━━━ Provided information

import { When } from '@/components/ui/when';
import type { CommentDto } from '@/lib/boards/review-types';

/** Comments, oldest first, with who wrote them, on which revision and when. */
export function CommentThread({ comments }: { comments: CommentDto[] }) {
  if (!comments.length) return <p className="text-sm text-ink-faint">No comments yet.</p>;
  return (
    <ul className="space-y-2">
      {comments.map((c) => (
        <li key={c.id} className="rounded-md border border-line bg-paper px-3 py-2 text-sm">
          <div className="text-xs text-ink-soft">
            {c.authorName} · revision {c.revision} · <When iso={c.createdAt} />
          </div>
          <p className="whitespace-pre-wrap text-ink">{c.body}</p>
        </li>
      ))}
    </ul>
  );
}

━━━━━━

*Try it:*
Which of the lines above include the string "revision"? Pick them out and copy them.

*Exercise output:*
/** Comments, oldest first, with who wrote them, on which revision and when. */
            {c.authorName} · revision {c.revision} · <When iso={c.createdAt} />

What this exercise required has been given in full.